Stored data:
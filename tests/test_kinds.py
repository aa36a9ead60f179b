"""Every column kind, every input type, and the bad-input list: masks against pandas references."""

from __future__ import annotations

import warnings

import numpy as np
import pandas as pd
import pyarrow as pa
import pytest
import traitlets
from hypothesis import HealthCheck, given, settings
from hypothesis import strategies as st

import axeswidget as aw
from axeswidget.encode import CATEGORY_BAND_LIMIT, CODE_MAX, CODE_MISSING


def unpack(w):
    return np.unpackbits(np.frombuffer(w.mask_bits, np.uint8), bitorder="little")[: len(w.data)].astype(bool)


@pytest.fixture
def mixed():
    rng = np.random.default_rng(5)
    n = 400
    when = pd.Timestamp("2024-01-01") + pd.to_timedelta(rng.integers(0, 400 * 24, n), unit="h")
    df = pd.DataFrame(
        {
            "x": rng.normal(size=n),
            "k": rng.integers(0, 6, n),
            "site": pd.Categorical(rng.choice(["b", "a", "c"], n), categories=["c", "b", "a"]),
            "word": rng.choice(["alpha", "beta", "gamma", "beta", "beta"], n),
            "flag": rng.random(n) < 0.3,
            "when": when,
            "when_tz": when.tz_localize("UTC").tz_convert("Europe/Berlin"),
            "took": pd.to_timedelta(rng.integers(0, 7200, n), unit="s"),
        }
    )
    for col in ["x", "word", "when", "took"]:
        df.loc[rng.random(n) < 0.1, col] = None
    return df


def test_kinds_are_recognised(mixed):
    w = aw.AxesWidget(mixed)
    kinds = {c: w.column(c).kind for c in w.axes}
    assert kinds == {
        "x": "number",
        "k": "integer",
        "site": "category",
        "word": "category",
        "flag": "boolean",
        "when": "datetime",
        "when_tz": "datetime",
        "took": "timedelta",
    }
    assert w.column("site").labels == ["c", "b", "a"]  # pandas Categorical order respected
    counts = mixed["word"].value_counts()  # reference: pandas value_counts, most frequent first
    assert w.column("word").labels == list(counts.index)
    assert w.column("word").counts == list(counts.to_numpy())
    assert w.column("flag").labels == ["False", "True"]
    assert w.column("when_tz").tz == "Europe/Berlin"


def test_mask_per_kind_matches_pandas(mixed):
    w = aw.AxesWidget(mixed)
    cases = [
        ({"x": [[-0.5, 0.7]]}, mixed["x"].between(-0.5, 0.7)),  # reference: Series.between
        ({"k": [[2, 3]]}, mixed["k"].between(2, 3)),  # reference: Series.between
        ({"site": ["a", "c"]}, mixed["site"].isin(["a", "c"])),  # reference: Series.isin
        ({"word": ["beta", None]}, mixed["word"].isin(["beta"]) | mixed["word"].isna()),  # isin | isna
        ({"flag": [True]}, mixed["flag"] == True),  # noqa: E712 - reference: elementwise ==
        (
            {"when": [["2024-03-01", "2024-06-30T12:00:00"]]},
            mixed["when"].between(pd.Timestamp("2024-03-01"), pd.Timestamp("2024-06-30 12:00")),
        ),
        (
            {"when_tz": [[pd.Timestamp("2024-03-01", tz="UTC"), None]]},
            mixed["when_tz"] >= pd.Timestamp("2024-03-01", tz="UTC"),
        ),
        (
            {"took": [[pd.Timedelta("10min"), 3600]]},
            mixed["took"].between(pd.Timedelta("10min"), pd.Timedelta("1h")),
        ),
        ({"x": [None]}, mixed["x"].isna()),  # reference: Series.isna (the missing lane)
        ({"when": [None, ["2024-12-01", None]]}, mixed["when"].isna() | (mixed["when"] >= "2024-12-01")),
    ]
    for ranges, ref in cases:
        w.ranges = ranges
        np.testing.assert_array_equal(w.mask, ref.fillna(False).to_numpy(dtype=bool), err_msg=str(ranges))
        np.testing.assert_array_equal(unpack(w), w.mask)


def test_datetime_ranges_are_iso_text_in_the_column_zone(mixed):
    w = aw.AxesWidget(mixed, axes=["when", "when_tz"])
    w.ranges = {
        "when_tz": [["2024-03-01T00:00:00+00:00", None]],
        "when": [[pd.Timestamp("2024-02-01"), None]],
    }
    assert w.ranges["when_tz"] == [["2024-03-01T01:00:00+01:00", None]]
    assert w.ranges["when"] == [["2024-02-01T00:00:00", None]]
    with pytest.raises(traitlets.TraitError, match="'when': .* has a time zone but the column has none"):
        w.ranges = {"when": [["2024-02-01T00:00:00+01:00", None]]}


def test_infinities_are_pinned_to_the_ends_and_taken_by_open_ends():
    df = pd.DataFrame({"v": [1.0, 2.0, np.inf, -np.inf, np.nan, 3.0]})
    w = aw.AxesWidget(df)
    col = w.column("v")
    assert (col.lo, col.hi) == (1.0, 3.0)
    assert list(col.codes) == [0, CODE_MAX // 2, CODE_MAX, 0, CODE_MISSING, CODE_MAX]
    assert w.table["columns"][0]["inf"] == [1, 1]
    w.ranges = {"v": [[2.0, None]]}  # an open end takes +inf in (reference: pandas >= 2.0)
    np.testing.assert_array_equal(w.mask, (df["v"] >= 2.0).to_numpy())
    w.ranges = {"v": [[2.0, 3.0]]}  # a closed end does not (reference: Series.between)
    np.testing.assert_array_equal(w.mask, df["v"].between(2.0, 3.0).to_numpy())
    w.ranges = {"v": [[-np.inf, 1.5]]}  # -inf as lo is read as an open end
    assert w.ranges == {"v": [[None, 1.5]]}
    np.testing.assert_array_equal(w.mask, (df["v"] <= 1.5).to_numpy())


@pytest.mark.parametrize(
    "series, kind",
    [
        (pd.array([1, None, 3, 3], dtype="Int64"), "integer"),
        (pd.array([1.5, None, 3.0, 2.0], dtype="Float64"), "number"),
        (pd.array([True, None, False, True], dtype="boolean"), "boolean"),
        (pd.array(["a", None, "b", "a"], dtype="string"), "category"),
        (pd.array([1, None, 3, 3], dtype=pd.ArrowDtype(pa.int64())), "integer"),
        (pd.array(["a", None, "b", "a"], dtype=pd.ArrowDtype(pa.string())), "category"),
        (pd.array([True, None, False, True], dtype=pd.ArrowDtype(pa.bool_())), "boolean"),
        (
            pd.array(pd.to_datetime(["2024-01-01", None, "2024-02-01", "2024-03-01"])).astype(
                pd.ArrowDtype(pa.timestamp("ns"))
            ),
            "datetime",
        ),
    ],
)
def test_nullable_and_arrow_backed_dtypes(series, kind):
    df = pd.DataFrame({"c": series})
    w = aw.AxesWidget(df)
    col = w.column("c")
    assert col.kind == kind
    assert col.n_missing == int(df["c"].isna().sum())  # reference: Series.isna
    w.ranges = {"c": [None]}
    np.testing.assert_array_equal(w.mask, df["c"].isna().to_numpy())


def test_many_categories_share_one_band_but_select_exactly():
    labels = [f"id{i:03d}" for i in range(150)]
    rng = np.random.default_rng(0)
    df = pd.DataFrame(
        {"id": rng.choice(labels, 3000, p=np.linspace(2, 1, 150) / np.linspace(2, 1, 150).sum())}
    )
    w = aw.AxesWidget(df)
    spec = w.table["columns"][0]
    assert len(spec["labels"]) == CATEGORY_BAND_LIMIT
    assert spec["rest"]["labels"] == 150 - CATEGORY_BAND_LIMIT
    rare = w.column("id").labels[-1]
    w.ranges = {"id": [rare]}
    np.testing.assert_array_equal(w.mask, (df["id"] == rare).to_numpy())  # reference: elementwise ==


# -- inputs ----------------------------------------------------------------------------------------
def frame():
    return pd.DataFrame({"a": [1.0, 2.0, 3.0, 4.0], "b": ["x", "y", "x", None]})


def test_polars_in_polars_out():
    pl = pytest.importorskip("polars")
    src = pl.DataFrame({"a": [1.0, 2.0, 3.0, 4.0], "b": ["x", "y", "x", None]})
    w = aw.AxesWidget(src, ranges={"a": [[2, 3]]})
    out = w.selected
    assert isinstance(out, pl.DataFrame)
    assert out["a"].to_list() == [2.0, 3.0]  # reference: polars filter on the same condition
    assert out.equals(src.filter((pl.col("a") >= 2) & (pl.col("a") <= 3)))


def test_pyarrow_table_record_batch_and_capsule():
    table = pa.table({"a": [1.0, 2.0, 3.0, 4.0], "b": ["x", "y", "x", None]})
    for src in (table, table.to_batches()[0]):
        w = aw.AxesWidget(src, ranges={"b": ["x"]})
        out = w.selected
        assert type(out) is type(src)
        assert out.column("a").to_pylist() == [1.0, 3.0]

    class Stream:  # any object with the Arrow PyCapsule stream interface
        def __arrow_c_stream__(self, requested_schema=None):
            return table.__arrow_c_stream__(requested_schema)

    w = aw.AxesWidget(Stream(), ranges={"a": [[2, 4]]})
    assert w.selected["a"].tolist() == [2.0, 3.0, 4.0]


def test_dict_and_numpy_inputs():
    w = aw.AxesWidget({"a": np.arange(5.0), "b": np.array(list("xyzxy"))}, ranges={"b": ["x"]})
    assert isinstance(w.selected, dict) and w.selected["a"].tolist() == [0.0, 3.0]
    arr = np.arange(12.0).reshape(4, 3)
    w = aw.AxesWidget(arr, names=["p", "q", "r"], ranges={"q": [[4, 7]]})
    np.testing.assert_array_equal(w.selected, arr[(arr[:, 1] >= 4) & (arr[:, 1] <= 7)])
    with pytest.raises(ValueError, match="2 names for 3 columns"):
        aw.AxesWidget(arr, names=["p", "q"])
    with pytest.raises(TypeError, match="cannot read a table from str"):
        aw.AxesWidget("not a table")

» DIRECTIONS FOR THIS TASK
Exactly as written, reproduce the lines of the data above from the first line through the line where "from hypothesis import HealthCheck, given, settings" appears.

» RESULT OF THIS TASK
filename tests/test_kinds.py
repository aa36a9ead60f179b
"""Every column kind, every input type, and the bad-input list: masks against pandas references."""

from __future__ import annotations

import warnings

import numpy as np
import pandas as pd
import pyarrow as pa
import pytest
import traitlets
from hypothesis import HealthCheck, given, settings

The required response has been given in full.